In May 2014, FASB issued an update Accounting Standards Update, ASU 2014-09, establishing ASC 606 - Revenue from Contracts with Customers. ASU 2014-09, as amended by subsequent ASUs on the topic, establishes a single comprehensive model for entities to use in accounting for revenue arising from contracts with customers and supersedes most of the existing revenue recognition guidance. This standard, which is effective for interim and annual reporting periods in fiscal years that begin after December 15, 2017, requires an entity to recognize revenue to depict the transfer of promised goods or services to customers in an amount that reflects the consideration to which the entity expects to be entitled in exchange for those goods or services and also requires certain additional disclosures. The Company adopted ASU 2014-09 during the three months ended June 30, 2018. The adoption of ASU 2014-09 did not have any material impact on the Company’s financial statements. The Company did not have revenues from operations for the three and nine months ended December 31, 2018.

Stock-Based Compensation

Stock-Based Compensation


Stock-based compensation is accounted for based on the requirements of the Share-Based Payment Topic of ASC 718 which requires recognition in the financial statements of the cost of employee and director services received in exchange for an award of equity instruments over the period the employee or director is required to perform the services in exchange for the award (presumptively, the vesting period). The ASC also requires measurement of the cost of employee and director services received in exchange for an award based on the grant-date fair value of the award.
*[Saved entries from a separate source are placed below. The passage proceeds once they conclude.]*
def governing_limit(trial: Trial) -> Limit:
    """The limit with the least margin of the chosen run; the hole depth for
    a string longer than the hole; the staged setting's least margin when it
    lands in stages."""
    g = trial.governing
    if g is not None and (g.name == LimitName.HOLE_DEPTH or (
            _staged_chosen(trial) and trial.verdict in (LANDS_STAGED, CANNOT_CONFIRM))):
        return g
    return _governing(trial.chosen)


def plan_grouting(inp: PlanInputs, grout: GroutSpec | None) -> GroutPlan | None:
    """The grout collapse check and lifts (None: no grout planned)."""
    if grout is None:
        return None
    from rigplan.engine.grouting import plan_grout_lifts
    return plan_grout_lifts(inp.joints, inp.hole, grout, inp.settings.design.collapse)


def plan_landing(joints: JointArrays, hole: Hole, rig: Rig, settings: Settings,
                 closure: Closure = Closure(), path: str | None = None,
                 grout: GroutSpec | None = None, fixed_closure: bool = False,
                 fill_record: FillRecord | None = None, fill_fluids: tuple | None = None,
                 staged_split: int | None = None) -> LandingPlan:
    """Plan how to land a string with a rig and check every limit.

    Parameters
    ----------
    joints : JointArrays  the rated string, joint 1 first
    hole : Hole           annulus fluid and level
    rig : Rig             hoisting paths and landing string
    settings : Settings   fill fluids, design factors, minimum running weight
    closure : Closure     the float equipment planned (tried first)
    path : str            hoisting path name (default: the strongest)
    grout : GroutSpec     annular grout to check after landing
    fixed_closure : bool  the planned float equipment is already in the hole
        (joints have been run): try no other position and no staging
    fill_record : FillRecord  the fill already in the pipe for the steps run
        (as run, floated): kept as it is; later steps are planned with the
        fill fluids offered
    fill_fluids : tuple   the fill fluid densities to offer [kg/m^3] (None:
        the settings' own and alternatives)
    staged_split : int    as run in stages: stage 1 is joints 1..split, no
        float equipment, nothing else tried
    """
    cap, hoist = choose_path(rig, path)
    inp = PlanInputs(joints, hole, rig, settings, closure, fixed_closure, cap, hoist.dead_load,
                     running_loads(joints, hole, Closure()), fill_record, fill_fluids,
                     staged_split)
    trial = check_open(inp)
    if staged_split is not None:
        # as run in stages: no float equipment was installed, nothing else is tried
        inp = dataclasses.replace(inp, closure=Closure())
        trial = dataclasses.replace(trial, verdict=None)
    open_check = trial.chosen
    if staged_split is None:
        trial = try_planned_float(inp, trial)
        trial = try_open(inp, trial, open_check)
        trial = try_other_floats(inp, trial)
    trial = try_stages(inp, trial)
    trial = cannot_land(trial)
    trial = check_hole_depth(inp, trial)
    landed = landed_profile(inp, trial)
    trial, buckling = check_set_down(inp, trial, landed)
    unrated = unrated_parts(inp, trial)
    trial = check_unrated(trial, unrated)
    return LandingPlan(
        verdict=trial.verdict, governing=governing_limit(trial),
        path=cap, dead_load=inp.dead_load, joints=joints, hole=hole, settings=settings,
        open_check=open_check, chosen=trial.chosen, float_options=trial.options,
        best_float=trial.best, stages=trial.stages,
        switch_joint=switch_point(inp.open_loads.string_load, inp.limit),
        neutral_point=_neutral_point(trial, landed, settings),
        grouting=plan_grouting(inp, grout), landed=landed,
        unrated=unrated, reasons=trial.reasons,
        notes=valve_left_out(joints, closure, trial) + crew_notes(joints, trial),
        buckling=buckling, staged=_staged_chosen(trial),
    )


def _neutral_point(trial: Trial, landed: StepProfile, settings: Settings) -> float:
    """Depth of the neutral point when landed [m] (nan: all in tension).  A
    staged setting: stage 2's with the set-down weight, else stage 1's top
    (released, stage 1 stands on bottom)."""
    if _staged_chosen(trial):
        st = trial.stages
        return (st.stage2_neutral_point if np.isfinite(st.stage2_neutral_point)
                else st.stage1_neutral_point)
    return neutral_point_depth(landed) if settings.set_down_weight > 0 else float("nan")


def _staged_loads(open_loads: RunningLoads, stages: StagedPlan) -> RunningLoads:
    """Per-step loads of a two-stage set: stage 1 as run open-ended (its
    joints see the same forces lowered on the landing string), then stage 2
    run from the floor.  Index k-1 is still joint k."""
    p = stages.split
    s2 = stages.stage2_loads
    cat = lambda a, b: np.concatenate((a[:p], b))
    return dataclasses.replace(
        open_loads,
        shoe_depth=cat(open_loads.shoe_depth, s2.shoe_depth),
        fill_level=cat(open_loads.fill_level, s2.fill_level),
        string_load=cat(open_loads.string_load, s2.string_load),
        effective_top=cat(open_loads.effective_top, s2.effective_top),
        envelope_max=cat(open_loads.envelope_max, s2.envelope_max),
        envelope_step=cat(open_loads.envelope_step, s2.envelope_step + p),
        envelope_min=cat(open_loads.envelope_min, s2.envelope_min),
        envelope_min_step=cat(open_loads.envelope_min_step, s2.envelope_min_step + p),
        collapse_max=cat(open_loads.collapse_max, s2.collapse_max),
        collapse_step=cat(open_loads.collapse_step, s2.collapse_step + p),
        burst_max=cat(open_loads.burst_max, s2.burst_max),
    )


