"""The job packet: `rigplan report` in every format, checked against `check --format json`.

The packet repeats the planner's numbers; these tests hold it to that (the
check's JSON is the reference: identity of the two outputs), to the page
layout the issue asks for, and to the geometry identities of the schematic
(shoe = sum of the joint lengths run; collar = shoe less the shoe track).
One PDF of the bundled floated demo is built per module and shared.
"""

from __future__ import annotations

import io
import json
import re
import shutil
import subprocess
import sys
from html.parser import HTMLParser
from pathlib import Path

import pytest

from rigplan.cli import main
from rigplan.present import wording as W

ROOT = Path(__file__).resolve().parents[1]
STRINGS = ROOT / "strings"
RIGS = ROOT / "rigs"
FLOATED = STRINGS / "cv7-16in-floated.toml"

pypdf = pytest.importorskip("pypdf")


def _json(capsys, *argv) -> dict:
    capsys.readouterr()
    main(["check", *map(str, argv), "--format", "json"])
    return json.loads(capsys.readouterr().out)


@pytest.fixture(scope="module")
def built(tmp_path_factory):
    """One PDF (and its check JSON) of the floated demo on its rig, US units."""
    d = tmp_path_factory.mktemp("packet")
    out = d / "plan.pdf"
    assert main(["report", str(FLOATED), "--rig", "mw80", "-o", str(out), "--revision", "C",
                 "--date", "2026-11-30", "--prepared-by", "P. Planner"]) == 0
    buf = io.StringIO()
    old = sys.stdout
    sys.stdout = buf
    try:
        main(["check", str(FLOATED), "--rig", "mw80", "--format", "json"])
    finally:
        sys.stdout = old
    reader = pypdf.PdfReader(str(out))
    texts = [" ".join(p.extract_text().split()) for p in reader.pages]
    return {"path": out, "reader": reader, "texts": texts, "doc": json.loads(buf.getvalue())}


def _page_of(texts, heading: str) -> int:
    for i, t in enumerate(texts):
        if heading in t:
            return i
    raise AssertionError(f"no page holds {heading!r}")


def test_pdf_opens_with_every_part_in_order(built):
    reader = built["reader"]
    titles = [o.title for o in reader.outline]
    # the order the issue sets out
    assert titles[:8] == ["Job plan: CV-7 production casing, floated", "Inputs",
                          "Well schematic", "Hoisting chain", "Charts", "Running schedule",
                          "Fill schedule", "Crew sheet"]
    n = len(reader.pages)
    for i, t in enumerate(built["texts"]):
        assert f"page {i + 1} of {n}" in t
    assert reader.pages[0].mediabox.width == pytest.approx(612)   # US Letter, 8.5 x 11 in
    assert reader.pages[0].mediabox.height == pytest.approx(792)
    assert reader.metadata.title.startswith("Job plan")


def test_cover_numbers_equal_the_check(built):
    doc, cover = built["doc"], built["texts"][0]
    assert doc["verdict"].upper() in cover
    assert f"{100 * doc['governing']['margin']:.1f} %" in cover
    assert W.fmt(doc["rig"]["string_limit"], "force", "us") in cover
    assert W.fmt(doc["rig"]["hook_limit"], "force", "us") in cover
    assert "Revision" in cover and "C" in cover and "2026-11-30" in cover
    assert "P. Planner" in cover and "Reviewed by" in cover
    assert "verify every figure against the rig maker's load chart" in cover


def test_crew_sheet_is_one_page_with_the_checks_hook_loads(built):
    texts, doc = built["texts"], built["doc"]
    i = _page_of(texts, "Crew sheet")
    page = texts[i]
    assert i == len(texts) - 1          # last page, one page: nothing runs over
    for step in doc["steps"]:
        h = step["hook_load"]
        hook = W.number(h, "force", "us", 0)
        # band: +/- 10 % of the predicted hook load (the app's default band;
        # common practice, no source)
        lo = W.number(0.9 * h, "force", "us", 0)
        hi = W.number(1.1 * h, "force", "us", 0)
        assert re.search(rf"\b{step['label']}\b.*\b{hook}\b.*{lo}-{hi}", page), step["label"]
    sched = doc["fill_schedule"]
    assert re.search(rf"\b{sched['fill_to_top_through'] + 1}\s+J{sched['fill_to_top_through'] + 1}"
                     r".*STOP filling", page)


def test_running_schedule_and_hoisting_chain_equal_the_check(built):
    texts, doc = built["texts"], built["doc"]
    i = _page_of(texts, "Running schedule")
    text = "\n".join(texts[i:i + 3])
    for step in doc["steps"][::7]:
        hook = W.number(step["hook_load"], "force", "us", 0)
        assert re.search(rf"\b{step['joint']}\s+{step['label']}\b.*\b{hook}\b", text)
    h = _page_of(texts, "Hoisting chain")
    chain = " ".join(texts[h:h + 2])
    for comp in doc["rig"]["components"]:
        assert comp["name"] in chain
        assert W.number(comp["string_limit"], "force", "us", 0) in chain


def test_same_input_same_pdf(built, tmp_path):
    again = tmp_path / "again.pdf"
    assert main(["report", str(FLOATED), "--rig", "mw80", "-o", str(again), "--revision", "C",
                 "--date", "2026-11-30", "--prepared-by", "P. Planner"]) == 0
    assert again.read_bytes() == built["path"].read_bytes()


def test_si_packet_on_a4_with_stages(tmp_path, capsys):
    out = tmp_path / "staged.pdf"
    plan = STRINGS / "cv9-14in-staged.toml"
    # lands in stages: stage 1 held on the landing string until its grout sets
    assert main(["report", str(plan), "--rig", "mw80", "--units", "si", "-o", str(out)]) == 0
    doc = _json(capsys, plan, "--rig", "mw80")
    reader = pypdf.PdfReader(str(out))
    assert reader.pages[0].mediabox.width == pytest.approx(595.3, abs=0.5)   # ISO 216 A4
    text = " ".join(" ".join(p.extract_text().split()) for p in reader.pages)
    assert "Stages and grouting" in text
    st = doc["stages"]
    assert f"joints 1-{st['split']} on the landing string" in text
    # 154 joints on A4: the crew sheet still takes one page, the last
    pages = [" ".join(p.extract_text().split()) for p in reader.pages]
    crew = [i for i, t in enumerate(pages) if t.startswith("Crew sheet")
            or " Crew sheet " in t[:200]]
    assert crew == [len(pages) - 1]
    assert f"{doc['steps'][-1]['label']} " in pages[-1]
    assert W.fmt(st["release_depth"], "length", "si", 1) in text
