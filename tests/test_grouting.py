"""Tests for rigplan.engine.grouting.

Check values are derived by hand in each test from general hydrostatics
(``P = rho g h`` summed over stacked static columns; the project's
string mechanics (ADE 1986), "Hydrostatics" and "Grouting": ``dP = P_grout -
P_inside``, largest at the bottom of the grout column).  Collapse ratings
come from ``rigplan.engine.collapse.timoshenko`` (Timoshenko and Gere, *Theory of
Elastic Stability*, 2nd ed., 1961, ch. 7) on the minimum wall (12.5 %
under-tolerance, string mechanics (ADE 1986) "Collapse"); the closed forms do not
depend on where the rating comes from.  Placing grout in lifts on set grout
(no hydrostatic from the set grout, casing below it supported) is common
practice, no source.

Densities used (from memory, typical figures): fresh water 998.2 kg/m^3 at
20 C; drilling mud 1100 kg/m^3 (about 9.2 lb/gal); neat cement grout
1900 kg/m^3 (about 15.9 lb/gal).
"""

from __future__ import annotations

import math

import numpy as np
import pytest
from hypothesis import HealthCheck, assume, given, settings
from hypothesis import strategies as st
from numpy.testing import assert_allclose

from rigplan.engine.collapse import timoshenko
from rigplan.errors import InputError
from rigplan.engine.grouting import (
    GroutCode,
    annulus_pressure_with_grout,
    grout_collapse_loads,
    grout_differential_pressure,
    grout_utilization,
    lift_collapse_loads,
    max_single_lift,
    plan_grout_lifts,
)
from rigplan.engine.stringmodel import G, GroutSpec, Hole, JointArrays
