def _collapse_required_height(geo, hole, fill_density, allowable, valve_allowable):
    """:func:`collapse_required_height` with the limit as a code into
    :data:`_LIMIT_NAMES` (int8 per step)."""
    n = len(geo.top)
    shoe = geo.top
    first, last, r = _sections(geo, allowable, hole, fill_density)
    rho_o, h_o = hole.fluid_density, hole.fluid_level
    grad_f = fill_density * G
    need = np.full(n, -np.inf)
    limit = np.zeros(n, dtype=np.int8)

    def from_face(p_face, x_face, allow):
        excess = p_face - allow
        with np.errstate(divide="ignore", invalid="ignore"):
            s = np.where(excess > 0,
                         np.where(grad_f > 0, x_face + excess / (grad_f if grad_f > 0 else 1.0),
                                  np.inf),
                         -np.inf)
        return s

    if len(first):
        # sections along the first axis, steps along the last
        k = np.arange(n)[None, :]
        in_hole = first[:, None] <= k
        x_b = geo.bottom[first][:, None]
        x_t = geo.top[np.minimum(last[:, None], k)]
        z_ref = shoe[None, :] - h_o
        p_b = rho_o * G * np.maximum(0.0, z_ref - x_b)
        p_t = rho_o * G * np.maximum(0.0, z_ref - x_t)
        s_a = from_face(p_b, x_b, r[:, None])
        if rho_o > 0:
            x_star = z_ref - r[:, None] / (rho_o * G)
        else:
            x_star = np.full_like(p_b, -np.inf)
        s_top = from_face(p_t, x_t, r[:, None])
        s_c = np.where(x_star <= x_b, -np.inf, np.where(x_star <= x_t, x_star, s_top))
        s_req = np.where(in_hole, np.maximum(s_a, s_c), -np.inf)
        need = s_req.max(axis=0)
        limit[np.isfinite(need) | (need == np.inf)] = 1        # collapse
    if np.isfinite(valve_allowable) and np.isfinite(geo.valve_height):
        xv = geo.valve_height
        p_v = rho_o * G * np.maximum(0.0, shoe - h_o - xv)
        s_v = from_face(p_v, xv, valve_allowable)
        s_v = np.where(shoe > xv, s_v, -np.inf)
        use = s_v > need
        need = np.where(use, s_v, need)
        limit[use] = 2                                          # check valve
    return need, limit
In June 2014, the FASB issued Accounting Standards Update No. 2014-12, Compensation — Stock Compensation (Topic 718), Accounting for Share-Based Payments When the Terms of an Award Provide That a Performance Target Could Be Achieved after the Requisite Service Period (a consensus of the FASB Emerging Issues Task Force) (ASU 2014-12). The guidance applies to all reporting entities that grant their employees share-based payments in which the terms of the award provide that a performance target that affects vesting could be achieved after the requisite service period. The amendments require that a performance target that affects vesting and that could be achieved after the requisite service period is treated as a performance condition. For all entities, the amendments in this Update are effective for annual periods and interim periods within those annual periods beginning after December 15, 2015. Earlier adoption is permitted. The effective date is the same for both public business entities and all other entities. The Company early adopted ASU 2014-12 during the three months ended June 30, 2016. The adoption of ASU 2014-12 did not have any material impact on the Company’s financial statements.


Pursuant to ASC 505-50 - Equity-Based Payments to Non-Employees, all share-based payments to non-employees, including grants of stock options, were recognized in the financial statements as compensation expense over the service period of the consulting arrangement or until performance conditions are expected to be met. Using a Black Scholes valuation model, the Company periodically reassessed the fair value of non-employee options until service conditions are met, which generally aligns with the vesting period of the options, and the Company adjusts the expense recognized in the financial statements accordingly. In June 2018, the FASB issued ASU No. 2018-07, Improvements to Nonemployee Share-Based Payment Accounting, which simplifies several aspects of the accounting for nonemployee share-based payment transactions by expanding the scope of the stock-based compensation guidance in ASC 718 to include share-based payment transactions for acquiring goods and services from non-employees. ASU No. 2018-07 is effective for annual periods beginning after December 15, 2018, including interim periods within those annual periods. The Company early adopted ASU No. 2018-07 during the three months ended March 31, 2018. The adoption ASU No. 2018-07 did not have a material impact on the Company’s financial statements.

Income Taxes

Income Taxes


The Company accounts for income tax using the liability method prescribed by ASC 740 - Income Taxes. Under this method, deferred tax assets and liabilities are determined based on the difference between the financial reporting and tax bases of assets and liabilities using enacted tax rates that will be in effect in the year in which the differences are expected to reverse. The Company records a valuation allowance to offset net deferred tax assets if based on the weight of available evidence, it is more-likely-than-not that some portion, or all, of the deferred tax assets will not be realized. The effect on deferred taxes of a change in tax rates is recognized as income or loss in the period that includes the enactment date.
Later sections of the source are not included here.